Input for this task.

□ □ □ □ □ □ □

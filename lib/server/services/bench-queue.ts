import "server-only";
import { listAssignableStaff, listQueueForStaff } from "@/db/queries/bench";
import { queueQuerySchema, type QueueQuery } from "@/lib/validation/bench";
import { INITIAL_QUEUE_PARAMS } from "@/lib/validation/queue-params";

/** One page of the bench queue as the queue route answers it (dates as ISO text). */
export async function queuePage({ query, viewerId }: { query: QueueQuery; viewerId: string }) {
  const { rows, total } = await listQueueForStaff({ query, viewerId });
  return {
    rows: rows.map((r) => ({ ...r, createdAt: r.createdAt.toISOString(), updatedAt: r.updatedAt.toISOString() })),
    total,
    page: query.page,
    pageSize: query.pageSize,
    pageCount: Math.max(1, Math.ceil(total / query.pageSize)),
  };
}

export type QueuePageData = Awaited<ReturnType<typeof queuePage>>;

/** What the queue page shows before any filter is touched, read on the server so the first paint has it. */
export async function initialQueue({ viewerId }: { viewerId: string }) {
  const [queue, staff] = await Promise.all([
    queuePage({ query: queueQuerySchema.parse(INITIAL_QUEUE_PARAMS), viewerId }),
    listAssignableStaff(),
  ]);
  return { queue, staff, readAt: Date.now() };
}
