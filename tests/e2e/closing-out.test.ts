import { randomUUID } from "node:crypto";
import type { Browser, Page } from "playwright-core";
import { afterAll, beforeAll, describe, expect, it } from "vitest";
import { DEMO, signedIn } from "../support/accounts";
import { axeViolations, describeViolations } from "../support/axe";
import { launchBrowser, newContext, signInPage, snap } from "../support/browser";
import { closeTestPool, sql } from "../support/db";
import { testEnv } from "../support/env";
import { TestClient } from "../support/http";
import { waitForMail } from "../support/mail";
import { createJob } from "../integration/bench-fixtures";
import { loseNextProcessorReplies, paidPaymentWithCharge } from "../integration/office-fixtures";

// Where people see the unusual endings: the shop owner finds refunds whose outcome is not known yet and
// e-mail that could not be sent; a set owner withdraws a request the shop has not started.

let browser: Browser;
beforeAll(async () => {
  browser = await launchBrowser();
});
afterAll(async () => {
  await browser?.close();
  await closeTestPool();
});

async function noAxeViolations(page: Page) {
  const violations = await axeViolations(page);
  expect(violations, `${page.url()}\n${describeViolations(violations)}`).toEqual([]);
}

describe("the office sees what did not finish by itself", () => {
  it("finds a pending refund and settles it by checking with the processor", async () => {
    const api = await signedIn(DEMO.owner);
    const { paymentId, paymentIntentId } = await paidPaymentWithCharge(7700);
    await loseNextProcessorReplies(paymentIntentId, 2, { holdEvents: true });
    const res = await api.post(`/api/office/payments/${paymentId}/refunds`, { amount: "17.00", reason: "Cabinet scratch we caused" });
    expect(((await res.json()) as { status: string }).status).toBe("pending");

    const page = await (await newContext(browser)).newPage();
    await signInPage(page, DEMO.owner.email, DEMO.owner.password);
    await page.goto("/office");
    const listed = page.getByTestId("open-refunds").getByRole("link", { name: /USD 17\.00/ });
    await expect.poll(() => listed.count()).toBe(1);
    expect(await page.getByText("Pending — outcome not known yet").count()).toBeGreaterThan(0);
    await snap(page, "closing-01-office-pending-refund");
    await noAxeViolations(page);

    await page.locator(`a[href="/office/payments/${paymentId}"]`).first().click();
    await page.waitForURL(new RegExp(`/office/payments/${paymentId}$`));
    await page.getByRole("button", { name: "Check with the processor" }).click();
    await expect.poll(() => page.getByTestId("refunded-so-far").textContent()).toBe("USD 17.00");
    await expect.poll(() => page.getByRole("cell", { name: /Refunded/ }).count()).toBe(1);
    await noAxeViolations(page);
    await page.context().close();
  });

  it("lists an e-mail that could not be sent and sends it again", async () => {
    const email = `bounce-${randomUUID().slice(0, 8)}@example.com`;
    await fetch(`${testEnv.mailUrl}/control/reject?${new URLSearchParams({ to: email })}`, { method: "POST" });
    expect((await new TestClient().signUp("Test bounce", email, "tuning-fork-552")).ok).toBe(true);
    await expect
      .poll(async () => (await sql<{ status: string }>("select status from email_outbox where to_address = $1", [email]))[0]?.status)
      .toBe("failed");

    const page = await (await newContext(browser)).newPage();
    await signInPage(page, DEMO.owner.email, DEMO.owner.password);
    await page.goto("/office");
    const row = page.getByRole("row", { name: new RegExp(email) });
    await expect.poll(() => row.count()).toBe(1);
    expect(await row.getByText(/Refused by the mail provider/).count()).toBe(1);
    await snap(page, "closing-02-office-failed-mail");
    await noAxeViolations(page);

    await fetch(`${testEnv.mailUrl}/control/reject?${new URLSearchParams({ to: email, off: "1" })}`, { method: "POST" });
    const started = Date.now();
    // The list is in the first paint; the button works once the page has hydrated.
    await page.waitForLoadState("networkidle");
    await row.getByRole("button", { name: `Send again to ${email}` }).click();
    await expect.poll(() => page.getByText(`The message to ${email} is queued again.`).count()).toBe(1);
    await waitForMail(email, "Confirm your e-mail", { after: started - 1000 });
    await page.context().close();
  });
});

describe("a set owner withdraws a request", () => {
  it("withdraws a request the shop has not started, after saying yes", async () => {
    const { jobId } = await createJob({ state: "requested" });
    const page = await (await newContext(browser)).newPage();
    await signInPage(page, DEMO.customer.email, DEMO.customer.password);
    await page.goto(`/portal/jobs/${jobId}`);
    await page.getByRole("button", { name: "Withdraw this request" }).click();
    await page.getByLabel(/Why/).fill("Sold the set to a collector.");
    await snap(page, "closing-03-withdraw-confirm");
    await noAxeViolations(page);
    await page.getByRole("button", { name: "Yes, withdraw my request" }).click();
    await expect.poll(() => page.getByTestId("job-state").textContent()).toContain("Cancelled");
    expect(await page.getByRole("button", { name: "Withdraw this request" }).count()).toBe(0);
    const [job] = await sql<{ state: string }>("select state from job where id = $1", [jobId]);
    expect(job!.state).toBe("cancelled");
    await page.context().close();
  });
});
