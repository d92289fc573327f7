import { readdirSync, readFileSync, statSync } from "node:fs";
import { join, relative, sep } from "node:path";

const APP = join(process.cwd(), "app");

function walk(dir: string, out: string[] = []): string[] {
  for (const name of readdirSync(dir)) {
    const p = join(dir, name);
    if (statSync(p).isDirectory()) walk(p, out);
    else if (/\.(ts|tsx)$/.test(name)) out.push(p);
  }
  return out;
}

// Turns app/(group)/api/x/[id]/route.ts into /api/x/[id]: route groups do not appear in URLs.
function urlOf(file: string): string {
  const parts = relative(APP, file)
    .split(sep)
    .slice(0, -1)
    .filter((s) => !(s.startsWith("(") && s.endsWith(")")));
  return "/" + parts.join("/");
}

export function routeInventory(): { method: string; route: string; file: string }[] {
  const out: { method: string; route: string; file: string }[] = [];
  for (const file of walk(APP).filter((f) => /route\.tsx?$/.test(f))) {
    const text = readFileSync(file, "utf8");
    for (const m of text.matchAll(/export\s+(?:async\s+)?(?:function|const)\s+(GET|POST|PUT|PATCH|DELETE)\b/g)) {
      out.push({ method: m[1]!, route: urlOf(file), file });
    }
    // Re-exported handlers (export const { GET, POST } = …)
    const destructured = /export\s+const\s*\{([^}]+)\}\s*=/.exec(text);
    if (destructured)
      for (const name of destructured[1]!.split(",").map((s) => s.trim().split(":")[0]!.trim()))
        if (/^(GET|POST|PUT|PATCH|DELETE)$/.test(name)) out.push({ method: name, route: urlOf(file), file });
  }
  return out;
}

export function actionInventory(): { file: string; name: string; wrappedWith: string | null }[] {
  const out: { file: string; name: string; wrappedWith: string | null }[] = [];
  for (const file of walk(APP).concat(walk(join(process.cwd(), "lib")), walk(join(process.cwd(), "components")))) {
    const text = readFileSync(file, "utf8");
    if (!/^\s*["']use server["']/m.test(text)) continue;
    for (const m of text.matchAll(/export\s+(?:const|async\s+function|function)\s+(\w+)/g)) {
      const wrapped = new RegExp(`export\\s+const\\s+${m[1]}\\s*=\\s*action\\(\\s*"([\\w.]+)"`).exec(text);
      out.push({ file: relative(process.cwd(), file), name: m[1]!, wrappedWith: wrapped ? wrapped[1]! : null });
    }
  }
  return out;
}

/** Every page (page.tsx) under app/, development pages included, as its URL. */
export function pageInventory(): { route: string; file: string }[] {
  return walk(APP)
    .filter((f) => /[/\\]page\.tsx?$/.test(f))
    .map((file) => ({ route: urlOf(file), file: relative(process.cwd(), file) }));
}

□ □ □ □ □ □ □

What you will do. Every line of the listing that includes the word "control" must be copied.

Answer below.
    await fetch(`${testEnv.mailUrl}/control/reject?${new URLSearchParams({ to: email })}`, { method: "POST" });
    await fetch(`${testEnv.mailUrl}/control/reject?${new URLSearchParams({ to: email, off: "1" })}`, { method: "POST" });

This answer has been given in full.